- Written by: James S. Henerson
- Directed by: Tom McLoughlin
- Starring: Craig T. Nelson Bonnie Bedelia Richard Farnsworth Justin Whalin Jürgen Prochnow
- Country of origin: United States
- Original language: English

Production
- Producers: Edwin Self Robert Halmi Jr. James S. Henerson Larry Strichman Gerritt van der Meer
- Running time: 193 minutes

Original release
- Network: CBS
- Release: April 18 – April 20, 1993

= The Fire Next Time (miniseries) =

The Fire Next Time is a 1993 American television disaster miniseries directed by Tom McLoughlin and written and produced by James S. Henerson which stars Craig T. Nelson, Bonnie Bedelia, Richard Farnsworth and Justin Whalin.
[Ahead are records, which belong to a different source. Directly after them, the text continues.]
# ---------------------------------------------------------------------------------------
# Model elements (layout.toml and elements.csv)
# ---------------------------------------------------------------------------------------
# Classification: the project's own simple scheme, GROUP-TYPE (SUB substructure, FRM frame,
# ENV envelope, SRV services, LFT lifts, FIT fit-out, EXT external works, TMP temporary works).


class Boxes:
    """Element rows in the order they are made, with the layout's helpers."""

    def __init__(self, layout: dict):
        self.layout = layout
        self.rows: list[dict] = []
        grid = layout["grid"]
        self.width, self.depth = max(grid["x"].values()), max(grid["y"].values())

    def box(self, id, name, wbs, classification, x, y, z, dx, dy, dz, level, zone):
        self.rows.append(
            {
                "id": id,
                "name": name,
                "wbs": wbs,
                "classification": classification,
                "x": round(x, 3),
                "y": round(y, 3),
                "z": round(z, 3),
                "dx": round(dx, 3),
                "dy": round(dy, 3),
                "dz": round(dz, 3),
                "level": level,
                "zone": zone,
            }
        )

    def zone_of(self, x: float) -> str:
        return "A" if x < self.layout["grid"]["zone_split"] else "B"

    def thickness(self, slab: str) -> float:
        levels = self.layout["levels"]
        return levels["slab_thickness"].get(slab, levels["default_slab_thickness"])

    def level_name(self, level: str) -> str:
        return self.layout["levels"]["names"].get(level, f"level {level}")

    def grid(self):
        g = self.layout["grid"]
        return [(gx, x, gy, y) for gx, x in g["x"].items() for gy, y in g["y"].items()]

    def bays(self, side: str) -> int:
        return round((self.width if side in "NS" else self.depth) / self.layout["grid"]["bay"])

    def edge(self, side: str, along: float, length: float, thickness: float, outside: bool):
        """A strip along one side of the building: x, y, dx, dy."""
        if side in "NS":
            if side == "N":
                y = self.depth if outside else self.depth - thickness
            else:
                y = -thickness if outside else 0.0
            return along, y, length, thickness
        if side == "E":
            x = self.width if outside else self.width - thickness
        else:
            x = -thickness if outside else 0.0
        return x, along, thickness, length


def piles(b: Boxes):
    p, lowest = b.layout["piles"], b.layout["levels"]["storeys"][0]
    for gx, x, gy, y in b.grid():
        z = b.zone_of(x)
        half, cap = p["pile_size"] / 2, p["cap_size"] / 2
        b.box(
            f"PIL-{gx}{gy}",
            f"Bearing pile {gx}/{gy}",
            p["pile_wbs"][z],
            "SUB-PILE",
            x - half,
            y - half,
            p["pile_bottom"],
            p["pile_size"],
            p["pile_size"],
            p["pile_length"],
            lowest,
            z,
        )
        b.box(
            f"CAP-{gx}{gy}",
            f"Pile cap {gx}/{gy}",
            p["cap_wbs"][z],
            "SUB-CAP",
            x - cap,
            y - cap,
            p["cap_bottom"],
            p["cap_size"],
            p["cap_size"],
            p["cap_depth"],
            lowest,
            z,
        )


def lift_pit(b: Boxes):
    x0, y0, x1, y1 = b.layout["core"]["box"]
    pit = b.layout["lift_pit"]
    b.box(
        "PIT-01",
        "Lift pit and core base",
        pit["wbs"],
        "SUB-PIT",
        x0,
        y0,
        pit["bottom"],
        x1 - x0,
        y1 - y0,
        pit["depth"],
        b.layout["levels"]["storeys"][0],
        "core",
    )


def perimeter_walls(b: Boxes):
    p, lowest = b.layout["perimeter"], b.layout["levels"]["storeys"][0]
    piled, lining = p["piled_wall"], p["lining_wall"]
    for side, word in b.layout["facade"]["elevations"].items():
        for n in range(1, b.bays(side) + 1):
            along = b.layout["grid"]["bay"] * (n - 1)
            pw = b.edge(side, along, b.layout["grid"]["bay"], piled["thickness"], True)
            lw = b.edge(side, along, b.layout["grid"]["bay"], lining["thickness"], False)
            zone = b.zone_of(pw[0] + pw[2] / 2)
            b.box(
                f"PWL-{side}-{n}",
                f"Contiguous piled wall, {word} side, bay {n}",
                p["pile_wbs"][side],
                "SUB-PILED-WALL",
                pw[0],
                pw[1],
                piled["bottom"],
                pw[2],
                pw[3],
                piled["height"],
                lowest,
                zone,
            )
            b.box(
                f"BWL-{side}-{n}",
                f"Basement lining wall, {word} side, bay {n}",
                p["wall_wbs"][side],
                "SUB-WALL",
                lw[0],
                lw[1],
                lining["bottom"],
                lw[2],
                lw[3],
                lining["height"],
                lowest,
                zone,
            )


def frame(b: Boxes):
    levels, core = b.layout["levels"], b.layout["core"]
    size, words = b.layout["frame"]["column_size"], b.layout["facade"]["elevations"]
    x0, y0, x1, y1 = core["box"]
    t = core["wall_thickness"]
    walls = {
        "N": (x0, y1 - t, x1 - x0, t),
        "S": (x0, y0, x1 - x0, t),
        "E": (x1 - t, y0 + t, t, y1 - y0 - 2 * t),
        "W": (x0, y0 + t, t, y1 - y0 - 2 * t),
    }
    for storey in levels["storeys"]:
        above = levels["slab_above"][storey]
        bottom = levels["z"][storey]
        height = levels["z"][above] - bottom - b.thickness(above)
        for gx, x, gy, y in b.grid():
            if f"{gx}{gy}" in core["no_column"]:
                continue
            b.box(
                f"COL-{storey}-{gx}{gy}",
                f"Column {gx}/{gy}, storey {storey}",
                f"3.{storey}.1",
                "FRM-COLUMNS",
                x - size / 2,
                y - size / 2,
                bottom,
                size,
                size,
                height,
                storey,
                b.zone_of(x),
            )
        for side, (x, y, dx, dy) in walls.items():
            b.box(
                f"CORE-{storey}-{side}",
                f"Core wall, {words[side]}, storey {storey}",
                f"3.{storey}.1",
                "FRM-CORE",
                x,
                y,
                bottom,
                dx,
                dy,
                height,
                storey,
                "core",
            )
        sx, sy, sdx, sdy = core["stair"]
        b.box(
            f"STR-{storey}",
            f"Precast stair flights, storey {storey}",
            f"3.{storey}.3",
            "FRM-STAIR",
            sx,
            sy,
            bottom,
            sdx,
            sdy,
            height,
            storey,
            "core",
        )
The series aired on CBS from April 18 to April 20, 1993. Set in 2017, the plot focuses on a family who, after a series of fires begins to break out due to global warming, must struggle to survive a natural disaster that devastates the Earth.

==Cast==
- Craig T. Nelson as Drew Morgan
- Bonnie Bedelia as Suzanne Morgan
- Richard Farnsworth as Frank Morgan
- Justin Whalin as Paul Morgan
- Ashley Jones as Linnie Morgan
- Shawn Toovey as Jake Morgan
- Jürgen Prochnow as Larry Richter

==Reception==
Film critic Rick Sherwood of The Hollywood Reporter wrote in his review: "The Fire Next Time is a small story in a big package, an underworked, underdeveloped and severely underproduced miniseries that might have worked in two hours but fails miserably in four."

==Home media==
The miniseries became available on DVD on July 21, 2015.